===== Records supplied =====

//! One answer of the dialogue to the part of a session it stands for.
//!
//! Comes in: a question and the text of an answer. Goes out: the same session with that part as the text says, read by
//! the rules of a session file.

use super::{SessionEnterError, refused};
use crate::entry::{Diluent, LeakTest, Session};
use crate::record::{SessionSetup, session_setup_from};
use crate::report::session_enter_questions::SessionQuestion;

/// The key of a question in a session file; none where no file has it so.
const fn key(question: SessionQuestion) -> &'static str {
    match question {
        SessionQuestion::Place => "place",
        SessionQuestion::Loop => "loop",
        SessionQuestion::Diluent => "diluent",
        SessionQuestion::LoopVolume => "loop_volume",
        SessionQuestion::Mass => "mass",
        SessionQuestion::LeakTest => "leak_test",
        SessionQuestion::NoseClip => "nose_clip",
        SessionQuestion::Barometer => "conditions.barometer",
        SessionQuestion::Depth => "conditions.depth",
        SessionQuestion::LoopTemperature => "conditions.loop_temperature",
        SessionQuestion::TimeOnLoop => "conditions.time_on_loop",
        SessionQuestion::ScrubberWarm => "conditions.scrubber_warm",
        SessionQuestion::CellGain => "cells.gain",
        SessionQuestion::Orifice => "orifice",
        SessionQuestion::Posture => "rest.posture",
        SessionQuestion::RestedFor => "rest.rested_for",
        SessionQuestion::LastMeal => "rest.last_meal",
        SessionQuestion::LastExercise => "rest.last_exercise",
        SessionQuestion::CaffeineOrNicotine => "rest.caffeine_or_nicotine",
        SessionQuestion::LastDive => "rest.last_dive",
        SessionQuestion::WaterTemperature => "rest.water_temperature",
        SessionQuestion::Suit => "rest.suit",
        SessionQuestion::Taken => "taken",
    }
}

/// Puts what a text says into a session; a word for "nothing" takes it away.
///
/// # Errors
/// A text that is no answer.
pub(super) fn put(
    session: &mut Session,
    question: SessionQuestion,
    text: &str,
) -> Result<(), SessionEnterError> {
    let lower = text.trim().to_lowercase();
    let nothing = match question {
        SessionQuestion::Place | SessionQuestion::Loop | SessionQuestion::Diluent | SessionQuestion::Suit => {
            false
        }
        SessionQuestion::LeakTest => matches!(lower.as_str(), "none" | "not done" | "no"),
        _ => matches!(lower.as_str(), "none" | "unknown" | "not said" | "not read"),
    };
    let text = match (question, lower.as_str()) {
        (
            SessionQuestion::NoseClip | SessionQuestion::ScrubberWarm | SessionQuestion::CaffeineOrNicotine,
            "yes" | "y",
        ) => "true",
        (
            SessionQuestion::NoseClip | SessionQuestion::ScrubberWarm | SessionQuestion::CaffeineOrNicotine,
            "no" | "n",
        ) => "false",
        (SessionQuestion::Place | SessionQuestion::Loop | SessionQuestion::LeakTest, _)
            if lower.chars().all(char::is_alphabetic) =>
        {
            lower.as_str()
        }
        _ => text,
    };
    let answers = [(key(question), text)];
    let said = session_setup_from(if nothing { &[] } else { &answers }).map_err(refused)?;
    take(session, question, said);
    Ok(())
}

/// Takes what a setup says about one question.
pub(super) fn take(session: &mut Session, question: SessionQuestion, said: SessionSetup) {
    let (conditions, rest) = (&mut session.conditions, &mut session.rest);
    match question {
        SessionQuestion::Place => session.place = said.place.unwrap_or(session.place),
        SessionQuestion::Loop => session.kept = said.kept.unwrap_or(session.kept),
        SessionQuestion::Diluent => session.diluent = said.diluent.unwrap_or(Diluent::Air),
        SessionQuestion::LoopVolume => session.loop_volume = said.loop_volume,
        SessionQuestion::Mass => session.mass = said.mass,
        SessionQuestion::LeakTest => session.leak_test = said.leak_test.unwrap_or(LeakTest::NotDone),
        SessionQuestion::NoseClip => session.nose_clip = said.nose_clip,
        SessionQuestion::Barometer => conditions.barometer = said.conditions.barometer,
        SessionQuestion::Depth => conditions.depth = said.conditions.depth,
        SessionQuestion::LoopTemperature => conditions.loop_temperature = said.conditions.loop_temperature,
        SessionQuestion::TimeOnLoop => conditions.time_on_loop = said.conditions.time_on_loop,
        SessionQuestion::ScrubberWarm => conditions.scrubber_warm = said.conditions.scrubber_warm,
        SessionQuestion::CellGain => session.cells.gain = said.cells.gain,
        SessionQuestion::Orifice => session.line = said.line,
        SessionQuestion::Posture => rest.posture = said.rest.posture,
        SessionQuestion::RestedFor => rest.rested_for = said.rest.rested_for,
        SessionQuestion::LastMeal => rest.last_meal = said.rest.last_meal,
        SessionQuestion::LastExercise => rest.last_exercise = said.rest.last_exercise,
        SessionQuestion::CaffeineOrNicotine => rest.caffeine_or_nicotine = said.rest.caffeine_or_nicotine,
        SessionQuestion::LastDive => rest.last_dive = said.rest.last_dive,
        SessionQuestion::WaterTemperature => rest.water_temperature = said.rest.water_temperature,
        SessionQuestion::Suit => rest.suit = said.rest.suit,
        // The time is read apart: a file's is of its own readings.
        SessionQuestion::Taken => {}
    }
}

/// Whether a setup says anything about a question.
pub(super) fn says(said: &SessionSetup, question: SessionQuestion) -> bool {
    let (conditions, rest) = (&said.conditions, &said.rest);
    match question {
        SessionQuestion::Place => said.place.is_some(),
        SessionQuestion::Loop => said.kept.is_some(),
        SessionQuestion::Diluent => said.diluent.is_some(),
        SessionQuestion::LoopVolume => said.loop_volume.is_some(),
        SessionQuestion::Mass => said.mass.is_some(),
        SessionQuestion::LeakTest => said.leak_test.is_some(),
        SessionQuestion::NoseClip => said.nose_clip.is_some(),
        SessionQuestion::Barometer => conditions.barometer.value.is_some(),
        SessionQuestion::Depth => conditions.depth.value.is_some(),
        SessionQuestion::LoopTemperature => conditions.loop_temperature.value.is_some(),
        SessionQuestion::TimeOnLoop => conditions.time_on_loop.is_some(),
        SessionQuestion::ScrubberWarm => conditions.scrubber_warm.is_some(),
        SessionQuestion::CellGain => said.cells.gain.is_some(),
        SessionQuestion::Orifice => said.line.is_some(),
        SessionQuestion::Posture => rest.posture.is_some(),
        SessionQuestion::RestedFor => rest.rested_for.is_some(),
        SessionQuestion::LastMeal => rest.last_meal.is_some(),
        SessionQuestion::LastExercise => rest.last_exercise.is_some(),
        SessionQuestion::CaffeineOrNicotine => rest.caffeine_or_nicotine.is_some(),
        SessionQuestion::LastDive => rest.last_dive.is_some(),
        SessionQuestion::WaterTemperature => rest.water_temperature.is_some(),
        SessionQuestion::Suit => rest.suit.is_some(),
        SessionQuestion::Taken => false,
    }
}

=====

Where does the word "refused" appear in the listing above? Copy every line that holds it.

» Your solution:
use super::{SessionEnterError, refused};
    let said = session_setup_from(if nothing { &[] } else { &answers }).map_err(refused)?;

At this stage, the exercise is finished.